═════ Excerpted data ═════
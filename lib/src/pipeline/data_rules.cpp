#include "safesite/pipeline/data_rules.hpp"

#include <algorithm>
#include <cmath>
#include <limits>

#include "safesite/error.hpp"

namespace safesite::pipeline {

std::pair<double, double> derive_mesh_bounds(const stats::Table& transitions,
                                             const stats::Table& recruits, double margin) {
    if (!(margin >= 0.0) || !std::isfinite(margin))
        throw UsageError("mesh margin must be finite and >= 0");
    double lo = std::numeric_limits<double>::infinity();
    double hi = -lo;
    auto scan = [&](const stats::Table& t, const char* column) {
        if (t.rows() == 0) return;
        for (double x : t.numeric(column))
            if (std::isfinite(x)) {
                lo = std::min(lo, x);
                hi = std::max(hi, x);
            }
    };
    scan(transitions, "size");
    scan(transitions, "size_next");
    scan(recruits, "size");
    if (!std::isfinite(lo) || !(hi > lo))
        throw DataError({"", 0, 0, "size"},
                        "cannot derive mesh bounds: fewer than two distinct finite sizes in the "
                        "census; give [mesh] lower and upper");
    const double range = hi - lo;
    return {lo - margin * range, hi + margin * range};
}

Eigen::VectorXd census_cover(const stats::Table& transitions,
                             const std::vector<std::string>& microsites, std::size_t bare) {
    if (transitions.rows() == 0) throw UsageError("census cover: no plant records");
    const auto& site = transitions.categorical("microsite").values;
    Eigen::VectorXd cover = Eigen::VectorXd::Zero(static_cast<Eigen::Index>(microsites.size()));
    double total = 0.0;
    for (const auto& label : site) {
        if (label.empty()) continue;
        const auto it = std::find(microsites.begin(), microsites.end(), label);
        if (it == microsites.end()) continue;
        total += 1.0;
        const auto m = static_cast<std::size_t>(it - microsites.begin());
        if (m != bare) cover[static_cast<Eigen::Index>(m)] += 1.0;
    }
    if (total == 0.0) throw UsageError("census cover: no plant with a known microsite");
    return cover / total;
}

}  // namespace safesite::pipeline
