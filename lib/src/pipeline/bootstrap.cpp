#include "safesite/pipeline/bootstrap.hpp"

#include <algorithm>
#include <atomic>
#include <cmath>
#include <limits>
#include <map>
#include <mutex>
#include <thread>

#include "safesite/census/census.hpp"
#include "safesite/error.hpp"
#include "safesite/io/csv_table.hpp"
#include "safesite/pipeline/arrival_fit.hpp"
#include "core/variates.hpp"

namespace safesite::pipeline {

namespace {

constexpr double k_nan = std::numeric_limits<double>::quiet_NaN();

struct Key {
    std::string quantity, kernel, target;
};

// The quantities with intervals, read off one run (the same function for the original data
// and every replicate, so that the two line up by key).
std::vector<std::pair<Key, double>> quantities(const FitResult& fit, const AnalysisResult& a) {
    std::vector<std::pair<Key, double>> out;
    for (const auto& k : a.kernels) out.push_back({{"lambda", k.label, ""}, k.lambda});
    const auto& sites = a.layout.microsites;
    const KernelResult& p = a.pooled();
    // Arrival fractions vary only when they are estimated (from the seed experiments).
    if (fit.arrival)
        for (std::size_t m = 0; m < sites.size(); ++m)
            out.push_back(
                {{"arrival", "pooled", sites[m]}, p.arrival[static_cast<Eigen::Index>(m)]});
    for (std::size_t m = 0; m < sites.size(); ++m)
        out.push_back({{"establishment", "pooled", sites[m]},
                       p.establishment[static_cast<Eigen::Index>(m)]});
    if (!std::isnan(p.juvenile_elasticity))
        out.push_back({{"juvenile_elasticity", "pooled", ""}, p.juvenile_elasticity});
    for (const auto& s : a.scenarios) {
        out.push_back({{"scenario_lambda", "pooled", s.name}, s.lambda_pooled});
        out.push_back({{"scenario_delta_lambda", "pooled", s.name}, s.delta_pooled});
    }
    if (fit.arrival) {
        const arrival::ChainParameters& c = fit.arrival->chain;
        for (std::size_t m = 0; m < c.microsites.size(); ++m)
            if (m != c.bare)
                out.push_back({{"trapping", "", c.microsites[m]},
                               c.trapping[static_cast<Eigen::Index>(m)]});
        for (std::size_t m = 0; m < c.microsites.size(); ++m)
            out.push_back({{"hazard", "", c.microsites[m]},
                           c.hazard_per_day[static_cast<Eigen::Index>(m)]});
    }
    return out;
}

std::string key_text(const Key& k) { return k.quantity + '\x1f' + k.kernel + '\x1f' + k.target; }

// Resampling units: strata → units → member indices (rows, trials or checks).
using Strata = std::vector<std::vector<std::vector<std::size_t>>>;

// Units grouped by a unit id within a stratum label, both in order of first appearance.
template <class Id, class Stratum>
Strata group_units(std::size_t n, Id id, Stratum stratum) {
    std::map<std::string, std::size_t> stratum_index, unit_index;
    Strata out;
    std::vector<std::pair<std::size_t, std::size_t>> where;  // unit → (stratum, position)
    for (std::size_t i = 0; i < n; ++i) {
        const std::string u = id(i);
        auto it = unit_index.find(u);
        if (it == unit_index.end()) {
            const std::string s = stratum(i);
            auto [st, fresh] = stratum_index.emplace(s, out.size());
            if (fresh) out.emplace_back();
            auto& units = out[st->second];
            it = unit_index.emplace(u, where.size()).first;
            where.push_back({st->second, units.size()});
            units.emplace_back();
        }
        const auto [s, pos] = where[it->second];
        out[s][pos].push_back(i);
    }
    return out;
}

// One draw of units with replacement within every stratum: the chosen units, in draw order.
std::vector<const std::vector<std::size_t>*> draw(const Strata& strata,
                                                  core::Variates& rng) {
    std::vector<const std::vector<std::size_t>*> out;
    for (const auto& units : strata)
        for (std::size_t k = 0; k < units.size(); ++k)
            out.push_back(&units[static_cast<std::size_t>(rng.index(units.size()))]);
    return out;
}

std::string copy_id(const std::string& id, std::size_t k) { return id + "#" + std::to_string(k); }

// Everything a replicate needs, read once.
struct Context {
    const spec::ModelSpec* model = nullptr;
    const RunResult* baseline = nullptr;
    census::CensusOptions census_options;
    io::CsvTable census_csv;
    std::size_t plant_column = 0;
    Strata plants;  // cohorts → plants → rows
    std::optional<ExperimentData> experiments;
    Strata neighbours;  // forms → neighbours → trials
    Strata stations;    // microsites → stations → checks
    std::vector<std::string> keys;
};

// `reducible` is set when a baseline kernel (census year or pooled) of the replicate is
// reducible (its λ is then that of the self-renewing part, as in analyse()); scenario kernels
// that are reducible by design are reported by the run itself.
std::vector<double> replicate(const Context& ctx, std::size_t r, std::uint64_t seed,
                              bool& reducible) {
    core::Variates rng(seed, r + 1);

    // Census: plant histories within cohorts, each copy under its own tag.
    std::vector<std::size_t> rows;
    std::vector<std::size_t> copy_of_row;
    const auto plants = draw(ctx.plants, rng);
    for (std::size_t k = 0; k < plants.size(); ++k)
        for (std::size_t row : *plants[k]) {
            rows.push_back(row);
            copy_of_row.push_back(k);
        }
    io::CsvTable csv = ctx.census_csv.select_rows(rows);
    for (std::size_t i = 0; i < rows.size(); ++i)
        csv.set_cell(i, ctx.plant_column,
                     copy_id(csv.cell(i, ctx.plant_column), copy_of_row[i]));
    const census::Census c = census::read_census(csv, ctx.census_options);
    if (!c.valid())
        throw NumericalError("a resampled census did not validate: " + c.report().render());

    // Experiments: neighbours within forms, stations within microsites.
    std::optional<ExperimentData> e;
    if (ctx.experiments) {
        e.emplace();
        e->trapping.file = ctx.experiments->trapping.file;
        e->retention.file = ctx.experiments->retention.file;
        const auto neighbours = draw(ctx.neighbours, rng);
        for (std::size_t k = 0; k < neighbours.size(); ++k)
            for (std::size_t i : *neighbours[k]) {
                arrival::TrappingTrial t = ctx.experiments->trapping.trials[i];
                t.neighbour = copy_id(t.neighbour, k);
                e->trapping.trials.push_back(std::move(t));
            }
        const auto stations = draw(ctx.stations, rng);
        for (std::size_t k = 0; k < stations.size(); ++k)
            for (std::size_t i : *stations[k]) {
                arrival::RetentionCheck x = ctx.experiments->retention.checks[i];
                x.station = copy_id(x.station, k);
                x.seed = copy_id(x.seed, k);
                e->retention.checks.push_back(std::move(x));
            }
    }

    FitResult f = fit(*ctx.model, c, e ? &*e : nullptr);
    PreparedModel& m = f.model;
    m.mesh = ctx.baseline->fit.model.mesh;
    m.break_even = false;
    m.mesh_check = false;
    m.survival_changes.clear();
    m.stochastic_years = 0;
    m.decompose_years = false;
    m.life_cycle = false;
    const AnalysisResult a = analyse(m);
    reducible = std::any_of(a.reducible.begin(), a.reducible.end(),
                            [](const ReducibleKernel& k) { return k.setting == "baseline"; });

    std::map<std::string, double> got;
    for (const auto& [key, value] : quantities(f, a)) got[key_text(key)] = value;
    std::vector<double> out;
    out.reserve(ctx.keys.size());
    for (const auto& k : ctx.keys) {
        const auto it = got.find(k);
        out.push_back(it == got.end() ? k_nan : it->second);
    }
    return out;
}

}  // namespace

double quantile_type7(std::vector<double> x, double p) {
    if (!(p >= 0.0 && p <= 1.0)) throw UsageError("quantile: p must be in [0, 1]");
    x.erase(std::remove_if(x.begin(), x.end(), [](double v) { return !std::isfinite(v); }),
            x.end());
    if (x.empty()) return k_nan;
    std::sort(x.begin(), x.end());
    // Hyndman & Fan (1996) type 7: h = (n − 1) p, Q = x_⌊h⌋ + (h − ⌊h⌋)(x_⌊h⌋+1 − x_⌊h⌋).
    const double h = static_cast<double>(x.size() - 1) * p;
    const auto lo = static_cast<std::size_t>(std::floor(h));
    const std::size_t hi = std::min(lo + 1, x.size() - 1);
    return x[lo] + (h - static_cast<double>(lo)) * (x[hi] - x[lo]);
}

BootstrapResult bootstrap(const spec::ModelSpec& model, const RunResult& baseline,
                          const BootstrapOptions& options) {
    if (options.replicates < 2) throw UsageError("bootstrap: at least 2 replicates are needed");
    if (!(options.level > 0.0 && options.level < 1.0))
        throw UsageError("bootstrap: the level must be in (0, 1)");
    if (!model.data.census)
        throw UsageError("bootstrap: resampling needs a census ([data] census)");

    Context ctx;
    ctx.model = &model;
    ctx.baseline = &baseline;
    ctx.census_options = spec::to_census_options(model);
    ctx.census_csv = io::CsvTable::read(*model.data.census);
    ctx.plant_column = ctx.census_csv.require("plant", ctx.census_options.columns);
    {
        const std::size_t year = ctx.census_csv.require("year", ctx.census_options.columns);
        const io::CsvTable& t = ctx.census_csv;
        // Cohort = first census year of the plant (the rows of a valid census are readable).
        std::map<std::string, std::int64_t> first;
        for (std::size_t i = 0; i < t.rows(); ++i) {
            const std::string tag = t.text(i, ctx.plant_column);
            const std::int64_t y = t.integer(i, year);
            auto [it, fresh] = first.emplace(tag, y);
            if (!fresh) it->second = std::min(it->second, y);
        }
        ctx.plants = group_units(
            t.rows(), [&](std::size_t i) { return t.text(i, ctx.plant_column); },
            [&](std::size_t i) { return std::to_string(first.at(t.text(i, ctx.plant_column))); });
    }
    if (baseline.fit.arrival) {
        ctx.experiments = read_experiments(model);
        const auto& trials = ctx.experiments->trapping.trials;
        const auto& checks = ctx.experiments->retention.checks;
        ctx.neighbours = group_units(
            trials.size(), [&](std::size_t i) { return trials[i].neighbour; },
            [&](std::size_t i) { return trials[i].form; });
        ctx.stations = group_units(
            checks.size(), [&](std::size_t i) { return checks[i].station; },
            [&](std::size_t i) { return checks[i].microsite; });
    }

    BootstrapResult out;
    out.requested = options.replicates;
    out.level = options.level;
    const auto base = quantities(baseline.fit, baseline.analysis);
    for (const auto& [key, value] : base) {
        ctx.keys.push_back(key_text(key));
        BootstrapInterval b;
        b.quantity = key.quantity;
        b.kernel = key.kernel;
        b.target = key.target;
        b.estimate = value;
        out.intervals.push_back(b);
    }

    const std::size_t B = options.replicates;
    out.values.assign(B, std::vector<double>(ctx.keys.size(), k_nan));
    std::vector<std::string> errors(B);
    std::vector<char> reducible(B, 0);  // char, not bool: written by several threads
    std::atomic<std::size_t> next{0};
    std::mutex progress_lock;
    std::size_t done = 0;  // replicates finished, guarded by progress_lock
    auto work = [&] {
        for (std::size_t r = next++; r < B; r = next++) {
            try {
                bool red = false;
                out.values[r] = replicate(ctx, r, options.seed, red);
                reducible[r] = red ? 1 : 0;
            } catch (const std::exception& e) {
                errors[r] = e.what();
            }
            if (options.progress) {
                const std::lock_guard<std::mutex> hold(progress_lock);
                options.progress(++done, B);
            }
        }
    };
    unsigned threads = options.threads > 0 ? options.threads
                                           : std::max(1u, std::thread::hardware_concurrency());
    threads = static_cast<unsigned>(std::min<std::size_t>(threads, B));
    std::vector<std::thread> pool;
    for (unsigned t = 1; t < threads; ++t) pool.emplace_back(work);
    work();
    for (auto& t : pool) t.join();

    for (std::size_t r = 0; r < B; ++r)
        if (!errors[r].empty()) {
            ++out.failed;
            if (out.warnings.size() < 3)
                out.warnings.push_back("bootstrap replicate " + std::to_string(r + 1) +
                                       " failed: " + errors[r]);
        }
    if (out.failed > 0)
        out.warnings.push_back(std::to_string(out.failed) + " of " + std::to_string(B) +
                               " bootstrap replicates failed and are left out of the intervals");
    const auto n_reducible =
        static_cast<std::size_t>(std::count(reducible.begin(), reducible.end(), char{1}));
    if (n_reducible > 0)
        out.warnings.push_back(
            std::to_string(n_reducible) + " of " + std::to_string(B) +
            " bootstrap replicates had a reducible baseline kernel (a census-year or pooled kernel "
            "whose classes do not all lead to each other); their λ is that of the self-renewing "
            "part "
            "(docs/methods/kernel.md, \"Reducible kernels\")");

    const double p_lo = (1.0 - options.level) / 2.0, p_hi = (1.0 + options.level) / 2.0;
    for (std::size_t q = 0; q < out.intervals.size(); ++q) {
        std::vector<double> x;
        for (const auto& v : out.values)
            if (std::isfinite(v[q])) x.push_back(v[q]);
        BootstrapInterval& b = out.intervals[q];
        b.replicates = x.size();
        b.lower = quantile_type7(x, p_lo);
        b.upper = quantile_type7(x, p_hi);
        if (x.size() >= 2) {
            double mean = 0.0;
            for (double v : x) mean += v;
            mean /= static_cast<double>(x.size());
            double ss = 0.0;
            for (double v : x) ss += (v - mean) * (v - mean);
            b.std_error = std::sqrt(ss / static_cast<double>(x.size() - 1));
        } else {
            b.std_error = k_nan;
        }
    }
    return out;
}

std::vector<report::TidyTable> bootstrap_tables(const BootstrapResult& result) {
    auto num = [](double x) { return std::isnan(x) ? report::missing() : report::number(x); };
    report::TidyTable intervals{"intervals",
                                {"quantity", "kernel", "target", "estimate", "lower", "upper",
                                 "std_error", "replicates", "level"},
                                {}};
    for (const auto& b : result.intervals)
        intervals.rows.push_back({report::text(b.quantity), report::text(b.kernel),
                                  report::text(b.target), num(b.estimate), num(b.lower),
                                  num(b.upper), num(b.std_error),
                                  report::integer(static_cast<std::int64_t>(b.replicates)),
                                  report::number(result.level)});
    report::TidyTable reps{"bootstrap_replicates",
                           {"replicate", "quantity", "kernel", "target", "value"},
                           {}};
    for (std::size_t r = 0; r < result.values.size(); ++r)
        for (std::size_t q = 0; q < result.intervals.size(); ++q) {
            const auto& b = result.intervals[q];
            reps.rows.push_back({report::integer(static_cast<std::int64_t>(r + 1)),
                                 report::text(b.quantity), report::text(b.kernel),
                                 report::text(b.target), num(result.values[r][q])});
        }
    return {intervals, reps};
}

}  // namespace safesite::pipeline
═════
Lines above with the string "keys" need to be found and copied.

[The answer]:
    std::vector<std::string> keys;
    out.reserve(ctx.keys.size());
    for (const auto& k : ctx.keys) {
        ctx.keys.push_back(key_text(key));
    out.values.assign(B, std::vector<double>(ctx.keys.size(), k_nan));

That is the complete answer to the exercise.